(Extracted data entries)
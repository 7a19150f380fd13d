package network

import (
	"fmt"
	"math"
	"math/rand/v2"
	"testing"

	"gonum.org/v1/gonum/mat"

	"kinetarium/examples"
)

// checkParamJacobianFD compares ∂f/∂q at y with central finite differences
// in each parameter and volume (common practice) and reports each
// disagreement; see paramJacobianMismatches.
func checkParamJacobianFD(t *testing.T, label string, s *System, y []float64) {
	t.Helper()
	for i, msg := range paramJacobianMismatches(s, y) {
		if i < 5 {
			t.Errorf("%s: %s", label, msg)
		}
	}
}

// paramJacobianMismatches compares ∂f/∂q at y with central finite
// differences: step h = 1e-4·max(|q|, 1e-3), agreement within 1e-6
// relative, with an absolute floor of 1e-9 times the largest entry of the
// row plus the rounding noise of the difference quotient (8·eps·|f|/h). It
// also checks that the CSC values match the dense matrix.
func paramJacobianMismatches(s paramSystem, y []float64) []string {
	var bad []string
	n, np := s.Dim(), len(s.Parameters())
	nq := s.ParamDim()
	var jac mat.Dense
	s.ParamJacobian(0.7, y, &jac)
	if r, c := jac.Dims(); r != n || c != nq {
		return []string{fmt.Sprintf("ParamJacobian is %d×%d, want %d×%d", r, c, n, nq)}
	}
	fp, fm := make([]float64, n), make([]float64, n)
	fd := mat.NewDense(n, nq, nil)
	noise := mat.NewDense(n, nq, nil)
	get := func(j int) float64 {
		if j < np {
			return s.Parameter(j)
		}
		return s.Volume(j - np)
	}
	set := func(j int, v float64) {
		if j < np {
			s.SetParameter(j, v)
		} else {
			s.SetVolume(j-np, v)
		}
	}
	for j := 0; j < nq; j++ {
		q := get(j)
		h := 1e-4 * math.Max(math.Abs(q), 1e-3)
		set(j, q+h)
		s.RHS(0.7, y, fp)
		set(j, q-h)
		s.RHS(0.7, y, fm)
		set(j, q)
		for i := 0; i < n; i++ {
			fd.Set(i, j, (fp[i]-fm[i])/(2*h))
			noise.Set(i, j, 8*0x1p-52*math.Max(math.Abs(fp[i]), math.Abs(fm[i]))/h)
		}
	}
	for i := 0; i < n; i++ {
		rowMax := 0.0
		for j := 0; j < nq; j++ {
			rowMax = math.Max(rowMax, math.Abs(jac.At(i, j)))
		}
		for j := 0; j < nq; j++ {
			a, b := jac.At(i, j), fd.At(i, j)
			if math.Abs(a-b) > 1e-6*math.Max(math.Abs(a), math.Abs(b))+1e-9*rowMax+noise.At(i, j)+1e-12 {
				bad = append(bad, fmt.Sprintf("∂f%d/∂q%d = %g, finite differences give %g", i, j, a, b))
			}
		}
	}
	cp, ri := s.ParamJacobianPattern()
	vals := make([]float64, len(ri))
	s.ParamJacobianCSC(0.7, y, vals)
	csc := mat.NewDense(n, nq, nil)
	for j := 0; j < nq; j++ {
		for p := cp[j]; p < cp[j+1]; p++ {
			csc.Set(ri[p], j, vals[p])
		}
	}
	if !mat.Equal(csc, &jac) {
		bad = append(bad, "CSC parameter Jacobian differs from the dense one")
	}
	return bad
}

func TestParamJacobianExamples(t *testing.T) {
	rng := rand.New(rand.NewPCG(3, 4))
	for _, name := range examples.Names() {
		s := mustCompile(t, loadExample(t, name))
		for k := 0; k < 3; k++ {
			checkParamJacobianFD(t, name, s, randomState(rng, s))
		}
	}
}

// withAssignments adds two assignments, the second reading the first, and
// a reaction whose rate reads the second, so that derivatives must follow
// the chain rule through both.
func withAssignments(m *Model) *Model {
	m.Parameters = append(m.Parameters, Parameter{Name: "qa", Value: 0.8})
	m.Assignments = append(m.Assignments,
		Assignment{Name: "a0", Expression: "qa*S0 + p1"},
		Assignment{Name: "a1", Expression: "a0^2/(1 + S0) + t"})
	m.Reactions = append(m.Reactions, Reaction{Name: "ra", Equation: "S0 -> ", Rate: Rate{Law: Expression, Expression: "a1*S0/(qa + S0)"}})
	return m
}

func TestParamJacobianRandomNetworks(t *testing.T) {
	rng := rand.New(rand.NewPCG(7, 8))
	for k := 0; k < 300; k++ {
		m := randomModel(rng)
		if k%2 == 1 {
			m = withAssignments(m)
		}
		s, err := Compile(m)
		if err != nil {
			t.Fatalf("network %d: %v", k, err)
		}
		y := randomState(rng, s)
		checkParamJacobianFD(t, "random network", s, y)
		checkJacobianFD(t, "random network", s, y)
		if t.Failed() {
			t.Logf("model: %+v", m)
			return
		}
	}
}

// Closed forms for one step A -> B with rate k·A (common practice:
// ∂(−k·A)/∂k = −A), and the check must catch a wrong derivative: here the
// mass-action constant's derivative is taken from a Michaelis–Menten law
// behind the same data.
func TestParamJacobianClosedFormAndWrongInput(t *testing.T) {
	m := &Model{Species: []Species{{Name: "A", Initial: 1}, {Name: "B"}},
		Parameters: []Parameter{{Name: "k", Value: 2}},
		Reactions:  []Reaction{{Name: "r", Equation: "A -> B", Rate: NewRate(MassAction, "k", "k")}}}
	s := mustCompile(t, m)
	y := []float64{3, 0}
	var jac mat.Dense
	s.ParamJacobian(0, y, &jac)
	if got := jac.At(0, 0); got != -3 {
		t.Errorf("∂f_A/∂k = %g, want -3", got)
	}
	if got := jac.At(1, 0); got != 3 {
		t.Errorf("∂f_B/∂k = %g, want 3", got)
	}
	if got := jac.At(0, 1); got != 0 { // one compartment: its volume does not enter f
		t.Errorf("∂f_A/∂V = %g, want 0", got)
	}
	if bad := paramJacobianMismatches(s, y); len(bad) != 0 {
		t.Errorf("correct system reported: %v", bad)
	}
	if bad := paramJacobianMismatches(wrongParams{s}, y); len(bad) == 0 {
		t.Error("the finite-difference check accepted a wrong parameter Jacobian")
	}
}

// paramSystem is what paramJacobianMismatches needs of a System.
type paramSystem interface {
	Dim() int
	ParamDim() int
	Parameters() []string
	Parameter(i int) float64
	SetParameter(i int, v float64)
	Volume(i int) float64
	SetVolume(i int, v float64)
	RHS(t float64, y, dydt []float64)
	ParamJacobian(t float64, y []float64, dfdp *mat.Dense)
	ParamJacobianPattern() (colPtr, rowIdx []int)
	ParamJacobianCSC(t float64, y []float64, vals []float64)
}

// wrongParams is a System whose parameter Jacobian is off by 0.1 %.
type wrongParams struct{ *System }

func (w wrongParams) ParamJacobian(t float64, y []float64, dfdp *mat.Dense) {
	w.System.ParamJacobian(t, y, dfdp)
	dfdp.Scale(1.001, dfdp)
}

func (w wrongParams) ParamJacobianCSC(t float64, y []float64, vals []float64) {
	w.System.ParamJacobianCSC(t, y, vals)
	for i := range vals {
		vals[i] *= 1.001
	}
}

func TestParamJacobianNoAllocations(t *testing.T) {
	s := mustCompile(t, withAssignments(randomModel(rand.New(rand.NewPCG(2, 2)))))
	y := randomState(rand.New(rand.NewPCG(1, 1)), s)
	_, ri := s.ParamJacobianPattern()
	vals := make([]float64, len(ri))
	var jac mat.Dense
	s.ParamJacobian(0, y, &jac)
	if a := testing.AllocsPerRun(20, func() { s.ParamJacobianCSC(0.5, y, vals) }); a != 0 {
		t.Errorf("ParamJacobianCSC allocates %v times per call", a)
	}
	if a := testing.AllocsPerRun(20, func() { s.ParamJacobian(0.5, y, &jac) }); a != 0 {
		t.Errorf("ParamJacobian allocates %v times per call", a)
	}
	out := make([]float64, len(s.Assignments()))
	if a := testing.AllocsPerRun(20, func() { s.Assigned(0.5, y, out) }); a != 0 {
		t.Errorf("Assigned allocates %v times per call", a)
	}
}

• _Exercise instructions_
Word for word, please print every line from the beginning of the records to the line bearing "the dense matrix.", counting both ends and stopping there.

• _Completed exercise_
repository 7a19150f380fd13d
package network

import (
	"fmt"
	"math"
	"math/rand/v2"
	"testing"

	"gonum.org/v1/gonum/mat"

	"kinetarium/examples"
)

// checkParamJacobianFD compares ∂f/∂q at y with central finite differences
// in each parameter and volume (common practice) and reports each
// disagreement; see paramJacobianMismatches.
func checkParamJacobianFD(t *testing.T, label string, s *System, y []float64) {
	t.Helper()
	for i, msg := range paramJacobianMismatches(s, y) {
		if i < 5 {
			t.Errorf("%s: %s", label, msg)
		}
	}
}

// paramJacobianMismatches compares ∂f/∂q at y with central finite
// differences: step h = 1e-4·max(|q|, 1e-3), agreement within 1e-6
// relative, with an absolute floor of 1e-9 times the largest entry of the
// row plus the rounding noise of the difference quotient (8·eps·|f|/h). It
// also checks that the CSC values match the dense matrix.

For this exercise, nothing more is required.